EXERCISE GOAL => Write out every entry again exactly as it stands.

-- RECORDS SHOWN follows --

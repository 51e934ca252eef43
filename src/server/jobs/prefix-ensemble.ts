/** The ensemble of a job's complete prefix, merged batch by batch and kept for the next question. */
import { Op } from 'sequelize';
import { Batch, Job } from '@db/models/jobs.ts';
import { addBatch, emptyEnsemble, type Ensemble } from '@/archives/ensemble.ts';
import { loadBatch } from './batch-file.ts';
import { mergedFileName } from './job-folder.ts';
import { storedBatch } from './stored-batch.ts';

export type PrefixEnsemble = Ensemble;

interface Kept {
  ensemble: PrefixEnsemble;
  /** Batches up to and with this one are merged. */
  lastOrdinal: number;
  /** The job's archive when this was read; a later one replaces the batches' files. */
  revision: number;
  queue: Promise<unknown>;
}

/** Ensembles kept in memory: those of the jobs asked about last. */
const keptMost = 4;
const kept = new Map<string, Kept>();

const empty = (): Kept => ({
  ensemble: emptyEnsemble(),
  lastOrdinal: -1,
  revision: 0,
  queue: Promise.resolve(),
});

/** The prefix as it stands now. Calls about one job wait for each other; the answer must not be changed. */
export async function prefixEnsemble(job: Job): Promise<PrefixEnsemble> {
  const entry = kept.get(job.id) ?? empty();
  kept.delete(job.id);
  kept.set(job.id, entry);
  for (const [jobId] of kept) if (kept.size > keptMost && jobId !== job.id) kept.delete(jobId);
  const turn = entry.queue.then(() => catchUp(job, entry));
  entry.queue = turn.catch(() => undefined);
  return turn;
}

/** Forgets what is kept of a job (its files were replaced, or a test starts over). */
export const forgetPrefix = (jobId: string): void => void kept.delete(jobId);

async function catchUp(job: Job, entry: Kept): Promise<PrefixEnsemble> {
  if (entry.revision !== job.archiveRevision && entry.ensemble.replicates < job.replicatesDone) {
    entry.ensemble = emptyEnsemble();
    entry.lastOrdinal = -1;
  }
  entry.revision = job.archiveRevision;
  const { ensemble } = entry;
  if (ensemble.replicates === 0 && job.archiveRevision > 0) await startFromMerged(job, ensemble);
  const joined = await Batch.findAll({
    where: {
      jobId: job.id,
      state: 'joined',
      ordinal: { [Op.gt]: entry.lastOrdinal },
      firstReplicate: { [Op.gte]: ensemble.replicates },
    },
    order: [['ordinal', 'ASC']],
  });
  for (const batch of joined) {
    if (batch.completeReplicates > 0) {
      addBatch(ensemble, await storedBatch(job, batch));
      // Decoding and merging block the thread; let requests in between.
      await new Promise((resolve) => setImmediate(resolve));
    }
    entry.lastOrdinal = batch.ordinal;
  }
  return ensemble;
}

async function startFromMerged(job: Job, ensemble: PrefixEnsemble): Promise<void> {
  const name = mergedFileName(job.archiveRevision);
  const merged = await loadBatch({ jobId: job.id, name, sha256: job.prefixSha256 ?? null });
  if (!merged) throw new Error(`The stored results of ${job.id} are missing or damaged.`);
  addBatch(ensemble, merged);
}
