/** Finds a bundled worker from the project's root: the build's, or in development the watched one. */
import { existsSync } from 'node:fs';
import path from 'node:path';
import { fileURLToPath } from 'node:url';
import { projectRoot } from '../project-root.ts';

/** Beside the built server when this code runs from a build, whatever the build's folder is called. */
const besideBuild = (file: string): string | null => {
  const folder = path.dirname(fileURLToPath(import.meta.url)).split(path.sep);
  const server = folder.lastIndexOf('server');
  if (server < 1) return null;
  return path.join(folder.slice(0, server).join(path.sep), 'workers', file);
};

export function workerFile(name: 'run-batch' | 'write-results'): string {
  const file = `${name}.mjs`;
  const candidates = [
    besideBuild(file),
    path.join(projectRoot, 'node_modules/.cache/burette-workers', file),
    path.join(projectRoot, 'dist/workers', file),
  ];
  const found = candidates.find((candidate) => candidate !== null && existsSync(candidate));
  if (!found) throw new Error(`The worker ${name} is not built: run \`npm run build\`.`);
  return found;
}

-- RECORDS SHOWN concluded --

RESULT OF THIS EXERCISE =>
repository 51e934ca252eef43
filename src/server/jobs/prefix-ensemble.ts
/** The ensemble of a job's complete prefix, merged batch by batch and kept for the next question. */
import { Op } from 'sequelize';
import { Batch, Job } from '@db/models/jobs.ts';
import { addBatch, emptyEnsemble, type Ensemble } from '@/archives/ensemble.ts';
import { loadBatch } from './batch-file.ts';
import { mergedFileName } from './job-folder.ts';
import { storedBatch } from './stored-batch.ts';

export type PrefixEnsemble = Ensemble;

interface Kept {
  ensemble: PrefixEnsemble;
  /** Batches up to and with this one are merged. */
  lastOrdinal: number;
  /** The job's archive when this was read; a later one replaces the batches' files. */
  revision: number;
  queue: Promise<unknown>;
}

/** Ensembles kept in memory: those of the jobs asked about last. */
const keptMost = 4;
const kept = new Map<string, Kept>();

const empty = (): Kept => ({
  ensemble: emptyEnsemble(),
  lastOrdinal: -1,
  revision: 0,
  queue: Promise.resolve(),
});

/** The prefix as it stands now. Calls about one job wait for each other; the answer must not be changed. */
export async function prefixEnsemble(job: Job): Promise<PrefixEnsemble> {
  const entry = kept.get(job.id) ?? empty();
  kept.delete(job.id);
  kept.set(job.id, entry);
  for (const [jobId] of kept) if (kept.size > keptMost && jobId !== job.id) kept.delete(jobId);
  const turn = entry.queue.then(() => catchUp(job, entry));
  entry.queue = turn.catch(() => undefined);
  return turn;
}

/** Forgets what is kept of a job (its files were replaced, or a test starts over). */
export const forgetPrefix = (jobId: string): void => void kept.delete(jobId);

async function catchUp(job: Job, entry: Kept): Promise<PrefixEnsemble> {
  if (entry.revision !== job.archiveRevision && entry.ensemble.replicates < job.replicatesDone) {
    entry.ensemble = emptyEnsemble();
    entry.lastOrdinal = -1;
  }
  entry.revision = job.archiveRevision;
  const { ensemble } = entry;
  if (ensemble.replicates === 0 && job.archiveRevision > 0) await startFromMerged(job, ensemble);
  const joined = await Batch.findAll({
    where: {
      jobId: job.id,
      state: 'joined',
      ordinal: { [Op.gt]: entry.lastOrdinal },
      firstReplicate: { [Op.gte]: ensemble.replicates },
    },
    order: [['ordinal', 'ASC']],
  });
  for (const batch of joined) {
    if (batch.completeReplicates > 0) {
      addBatch(ensemble, await storedBatch(job, batch));
      // Decoding and merging block the thread; let requests in between.
      await new Promise((resolve) => setImmediate(resolve));
    }
    entry.lastOrdinal = batch.ordinal;
  }
  return ensemble;
}

async function startFromMerged(job: Job, ensemble: PrefixEnsemble): Promise<void> {
  const name = mergedFileName(job.archiveRevision);
  const merged = await loadBatch({ jobId: job.id, name, sha256: job.prefixSha256 ?? null });
  if (!merged) throw new Error(`The stored results of ${job.id} are missing or damaged.`);
  addBatch(ensemble, merged);
}
/** Finds a bundled worker from the project's root: the build's, or in development the watched one. */
import { existsSync } from 'node:fs';
import path from 'node:path';
import { fileURLToPath } from 'node:url';
import { projectRoot } from '../project-root.ts';

/** Beside the built server when this code runs from a build, whatever the build's folder is called. */
const besideBuild = (file: string): string | null => {
  const folder = path.dirname(fileURLToPath(import.meta.url)).split(path.sep);
  const server = folder.lastIndexOf('server');
  if (server < 1) return null;
  return path.join(folder.slice(0, server).join(path.sep), 'workers', file);
};

export function workerFile(name: 'run-batch' | 'write-results'): string {
  const file = `${name}.mjs`;
  const candidates = [
    besideBuild(file),
    path.join(projectRoot, 'node_modules/.cache/burette-workers', file),
    path.join(projectRoot, 'dist/workers', file),
  ];
  const found = candidates.find((candidate) => candidate !== null && existsSync(candidate));
  if (!found) throw new Error(`The worker ${name} is not built: run \`npm run build\`.`);
  return found;
}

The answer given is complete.